EXERCISE
Would you restate word for word the lines of the listing, beginning at the first and ending with the line that holds "let parts: Vec<String>"?

DATASET EXCERPTS
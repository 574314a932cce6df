//! Tests of set expressions.

use super::*;
use crate::kernel::exact::Exact;
use crate::language::set::{Relation, Side};

/// An expression written back in one fixed form, so that tests can be read.
fn plain(expression: &SetExpression) -> String {
    let joined = |parts: &[SetExpression], word: &str| {
        let parts: Vec<String> = parts.iter().map(plain).collect();
        format!("({})", parts.join(word))
    };
    match expression {
        SetExpression::And(parts) => joined(parts, " and "),
        SetExpression::Or(parts) => joined(parts, " or "),
        SetExpression::Chain { first, rest } => {
            let mut text = side(&first.value);
            for (relation, next) in rest {
                let sign = match relation {
                    Relation::Less => "<",
                    Relation::LessOrEqual => "<=",
                    Relation::Greater => ">",
                    Relation::GreaterOrEqual => ">=",
                    Relation::Equal => "=",
                };
                text.push_str(&format!(" {sign} {}", side(&next.value)));
            }
            text
        }
    }
}

fn side(side: &Side) -> String {
    match side {
        Side::Linear { constant, terms } => {
            let mut parts: Vec<String> = terms
                .iter()
                .map(|(coefficient, name)| format!("{coefficient}*{name}"))
                .collect();
            if terms.is_empty() || !constant.is_zero() {
                parts.push(constant.to_string());
            }
            parts.join("+")
        }
        Side::Infinity { negative } => if *negative { "-inf" } else { "inf" }.to_owned(),
        Side::Ratio(above, below) => format!("{above}/{below}"),
        Side::Probability(event) => format!("P[{}]", plain(event)),
        Side::Median => "median".to_owned(),
        Side::Quantile(order) => format!("quantile {order}"),
    }
}

fn read(text: &str) -> String {
    match parse_text(text) {
        Ok(expression) => plain(&expression),
        Err(fault) => format!("at {}: {} ({})", fault.start, fault.message, fault.help),
    }
}

#[test]
fn every_shape_of_the_grammar() {
    for (text, expected) in [
        ("0 <= p <= 1", "0 <= 1*p <= 1"),
        ("0≤p≤100%", "0 <= 1*p <= 1"),
        ("p >= 5 %", "1*p >= 0.05"),
        ("p>=1350ppm", "1*p >= 0.00135"),
        ("lambda < inf", "1*lambda < inf"),
        ("-inf < mu < inf", "-inf < 1*mu < inf"),
        ("p1 - p2 <= 0.1", "1*p1+-1*p2 <= 0.1"),
        ("2 * p - p + 0.1 >= 0.3", "1*p+0.1 >= 0.3"),
        ("p - p = 0", "0 = 0"),
        ("lambda1 / lambda2 <= 2", "lambda1/lambda2 <= 2"),
        ("D/N >= 1/20", "D/N >= 0.05"),
        ("p < 1 % or p > 5 %", "(1*p < 0.01 or 1*p > 0.05)"),
        (
            "p = 0 or 0.1 < p and p < 0.2",
            "(1*p = 0 or (0.1 < 1*p and 1*p < 0.2))",
        ),
        (
            "(p = 0 or 0.1 < p) and p < 0.2",
            "((1*p = 0 or 0.1 < 1*p) and 1*p < 0.2)",
        ),
        (
            "P(X < 12.0 or X > 12.5) >= 0.01",
            "P[(1*X < 12 or 1*X > 12.5)] >= 0.01",
        ),
        ("median(X) >= 3.1", "median >= 3.1"),
        ("quantile(X, 0.9) >= 90 %", "quantile 0.9 >= 0.9"),
        ("x <= 1e0", "1*x <= 1"),
        ("−1 < mu", "-1 < 1*mu"),
    ] {
        assert_eq!(read(text), expected, "{text}");
    }
}

#[test]
fn numbers_are_exact() {
    let Ok(SetExpression::Chain { rest, .. }) =
        parse_text("p <= 0.1000000000000000055511151231257827")
    else {
        panic!("this is a chain");
    };
    let Side::Linear { constant, .. } = &rest[0].1.value else {
        panic!("a number stands there");
    };
    assert_ne!(*constant, "0.1".parse::<Exact>().unwrap());
}

#[test]
fn places_are_those_of_the_sides() {
    let Ok(SetExpression::Chain { first, rest }) = parse_text("0.5 %  <= p1 - p2") else {
        panic!("this is a chain");
    };
    assert_eq!((first.span.column, first.span.width), (1, 5));
    assert_eq!((rest[0].1.span.column, rest[0].1.span.width), (11, 7));
}

#[test]
fn slips_are_named_where_they_stand() {
    for (text, start, help) in [
        ("p => 5 %", 2, "write `>=`"),
        ("p =< 5 %", 2, "write `<=`"),
        ("p == 5 %", 2, "write `=`"),
        ("p != 5 %", 2, "write two comparisons"),
        ("p ≠ 5 %", 2, "write two comparisons"),
        ("p < = 5 %", 2, "without a space"),
        ("p < 1 % && p > 0", 8, "write `and`"),
        ("p < 1 % || p > 2 %", 8, "write `or`"),
        ("p < 1 % OR p > 2 %", 8, "write `or`"),
        ("p <= 0,05", 6, "decimal mark as a point"),
        ("p <= 1,000", 6, "decimal mark as a point"),
        ("2p <= 1", 1, "write a product with `*`"),
        ("p * 2 <= 1", 2, "write the number first"),
        ("p <= 5 ppb", 7, "the only units"),
        ("λ <= 5", 0, "write `lambda`"),
        ("p <= ∞", 5, "write `inf`"),
        ("p in [0, 1]", 5, "chain"),
        ("p in (0, 1)", 2, "write comparisons"),
        ("theta in {good, bad}", 9, "single values"),
        ("p", 1, "compare with"),
        ("p <=", 4, "finish the comparison"),
        ("<= 5", 0, "write e.g."),
        ("", 0, "finish the comparison"),
        ("0 <= p >= 1", 7, "one way"),
        ("(p <= 1", 0, "close it"),
        ("p <= 1)", 6, "remove it"),
        ("(p1 - p2) <= 1", 8, "write sides without"),
        ("(p) <= 1", 2, "write sides without"),
        ("p <= (1)", 5, "without parentheses"),
        ("p(X > 3) <= 1", 0, "capital P"),
        ("mean(X) <= 1", 0, "the functions are"),
        ("median(Y) <= 1", 7, "write `median(X"),
        ("quantile(X) <= 1", 10, "quantile(X, 0.9)"),
        ("quantile(X, 1) <= 1", 12, "quantile(X, 0.9)"),
        ("p <= 1/0", 7, "e.g. `1/20`"),
        ("p/2 <= 1", 2, "0.5 * p"),
        ("not p <= 1", 0, "opposite"),
        ("p <= 1 p", 7, "join comparisons"),
        ("p <= 1, p >= 0", 6, "`and` or `or`"),
        ("p <= 1..2", 5, "decimal number"),
        ("p <= $5", 5, "comparisons"),
        ("p <= 1e999", 5, "at most 400"),
    ] {
        let fault = parse_text(text).expect_err(text);
        assert_eq!(fault.start, start, "{text}: {}", fault.message);
        assert!(fault.help.contains(help), "{text}: {}", fault.help);
    }
}

#[test]
fn nesting_is_bounded() {
    let nested = |depth: usize| format!("{}p <= 1{}", "(".repeat(depth), ")".repeat(depth));
    assert!(parse_text(&nested(MOST_LEVELS)).is_ok());
    assert!(parse_text(&nested(MOST_LEVELS + 1)).is_err());
    assert!(parse_text(&vec!["(p <= 1)"; 100].join(" or ")).is_ok());
    assert!(parse_text(&"P(".repeat(100_000)).is_err());
    assert!(parse_text(&"p <= 1 or ".repeat(100_000)).is_err());
    assert!(parse_text(&vec!["p <= 1"; 1001].join(" or ")).is_err());
}
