//! Tests of set expressions.
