def _function(label: str) -> tuple[str, str]:
    """(what the function over this coordinate is called, its letter)."""
    return ("function", "f") if label == CURVATURE else ("potential", "u")


def draw_exponents(run: Run, ax: Axes | None = None) -> Axes:
    """Real parts of the followed exponents against the order; to the right, at infinite order, the extrapolated
    values with their errors, which are also drawn as bands."""
    ax = _axes(ax)
    track, verdict = run.tracks[0], run.verdict
    orders = orders_of(run, track)
    shown = _shown_exponents(run, track)
    infinity = float(orders[-1]) + max(1.0, 0.12 * float(orders[-1] - orders[0]))
    limits: list[float] = []
    for j in range(shown):
        style: Any = {"color": COLOURS[j], "marker": MARKERS[j]}
        ax.plot(orders, track.theta[:, j].real, markersize=3.5, linewidth=1, linestyle=LINES[j],
                label=rf"$\theta_{{{j + 1}}}$", **style)
        e = verdict.exponents[j] if verdict is not None and j < len(verdict.exponents) else None
        if e is not None and np.isfinite(e.error) and np.isfinite(e.value.real):
            limits.append(e.value.real)
            ax.axhspan(e.value.real - e.error, e.value.real + e.error, color=COLOURS[j], alpha=0.15, linewidth=0)
            ax.errorbar(infinity, e.value.real, yerr=e.error, markersize=4.5, markerfacecolor="white", capsize=2.5,
                        elinewidth=1, linestyle="none", **style)
    # the first orders of an expansion can lie far off; the later half sets the scale
    settled = track.theta[len(orders) // 2 :, :shown].real
    values = np.array([*settled[np.isfinite(settled)], *limits])
    if len(values):
        low, high = min(float(values.min()), 0.0), max(float(values.max()), 0.0)
        margin = 0.15 * max(high - low, 1.0)
        ax.set_ylim(low - margin, high + margin)
    ax.axhline(0, color=BLACK, linewidth=0.6)
    ax.set(xlabel=order_label(run), ylabel=r"critical exponent $\mathrm{Re}\,\theta_i$")
    if shown:
        ax.legend(loc="upper left", bbox_to_anchor=(1.0, 1.0), frameon=False)
    _whole_ticks(ax)
    if limits:
        _infinite_tick(ax, orders, infinity)
    return ax


def _shown_exponents(run: Run, track: Track) -> int:
    """The relevant ones and the first irrelevant one, as far as there are styles, and no fewer than a few."""
    relevant = run.verdict.relevant if run.verdict is not None else None
    return min(len(COLOURS), track.theta.shape[1], max(ALWAYS_SHOWN, (relevant or 0) + 1))


def _infinite_tick(ax: Axes, orders: np.ndarray, position: float) -> None:
    from matplotlib.ticker import MaxNLocator

    first, last = float(orders[0]), float(orders[-1])
    ticks = [t for t in MaxNLocator(integer=True, nbins=6).tick_values(first, last) if first <= t <= last]
    ax.set_xticks([*ticks, position], [*(f"{t:g}" for t in ticks), r"$\infty$"])
    ax.axvline((last + position) / 2, color=BLACK, linewidth=0.5, linestyle=":")


def draw_counts(run: Run, ax: Axes | None = None) -> Axes:
    """The number of relevant directions against the order."""
    ax = _axes(ax)
    if run.verdict is None:
        raise ValueError("a run without a verdict has no counts to draw")
    counts = np.array(run.verdict.counts[: len(run.steps)], dtype=float)
    orders = np.array([next(iter(s.order.values()), i) for i, s in enumerate(run.steps[: len(counts)])])
    found = counts >= 0
    ax.step(orders[found], counts[found], where="mid", color=BLUE, linewidth=1)
    ax.plot(orders[found], counts[found], "o", color=BLUE, markersize=4, label="tracked fixed point")
    if (~found).any():
        ax.plot(orders[~found], np.zeros((~found).sum()), "x", color=VERMILION, label="not found")
        ax.legend(frameon=False)
    top = float(counts.max(initial=1))
    ax.set(xlabel=order_label(run), ylabel="relevant directions", ylim=(-0.2, top + 1))
    _whole_ticks(ax)
    _whole_ticks(ax, "y")
    return ax


def draw_landscape(run: Run, ax: Axes | None = None) -> Axes:
    """Every fixed point found at every order by its leading exponent; the tracked one is highlighted."""
    return _landscape(run, _axes(ax), lambda p: float(p.theta[0].real) if len(p.theta) else np.nan,
                      r"leading exponent $\mathrm{Re}\,\theta_1$")


def draw_first_coupling(run: Run, ax: Axes | None = None) -> Axes:
    """Every fixed point found at every order by its first coupling; the tracked one is highlighted."""
    name = next((p.names[0] for s in run.steps for p in s.fixed_points if p.names), "first")
    return _landscape(run, _axes(ax), lambda p: float(p.couplings[0]) if len(p.couplings) else np.nan,
                      f"coupling {plain(name)}")


def _landscape(run: Run, ax: Axes, value: Callable[[FixedPoint], float], label: str) -> Axes:
    heights: list[float] = []
    for kind, (marker, colour) in KINDS.items():
        rows = [
            (next(iter(s.order.values()), i), value(p))
            for i, s in enumerate(run.steps) for p in s.fixed_points if p.kind == kind
        ]
        rows = [row for row in rows if np.isfinite(row[1])]
        if rows:
            x, y = zip(*rows, strict=True)
            heights += y
            ax.plot(x, y, linestyle="none", marker=marker, markersize=4.5, markeredgewidth=1, label=kind,
                    markerfacecolor="none", markeredgecolor=colour)
    if run.tracks and len(run.tracks[0].steps):
        track = run.tracks[0]
        followed = [value(run.steps[int(s)].fixed_points[int(p)])
                    for s, p in zip(track.steps, track.points, strict=True)]
        # large and open, below the others: what kind of fixed point is followed stays visible inside
        ax.plot(orders_of(run, track), followed, "-D", color=VERMILION, markersize=8, markerfacecolor="none",
                linewidth=1.2, label="tracked", zorder=1.5)
    size = np.abs(np.array(heights))
    typical = float(np.median(size)) if len(size) else 0.0
    if typical > 0 and size.max() > FAR_OFF * typical:
        ax.set_yscale("symlog", linthresh=4 * typical)
    ax.set(xlabel=order_label(run), ylabel=label)
    if heights:
        ax.legend(loc="upper left", bbox_to_anchor=(1.0, 1.0), frameon=False)
    _whole_ticks(ax)
    return ax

PROBLEM SOLUTION
repository 574314a932cce6df
//! Tests of set expressions.

use super::*;
use crate::kernel::exact::Exact;
use crate::language::set::{Relation, Side};

/// An expression written back in one fixed form, so that tests can be read.
fn plain(expression: &SetExpression) -> String {
    let joined = |parts: &[SetExpression], word: &str| {
        let parts: Vec<String> = parts.iter().map(plain).collect();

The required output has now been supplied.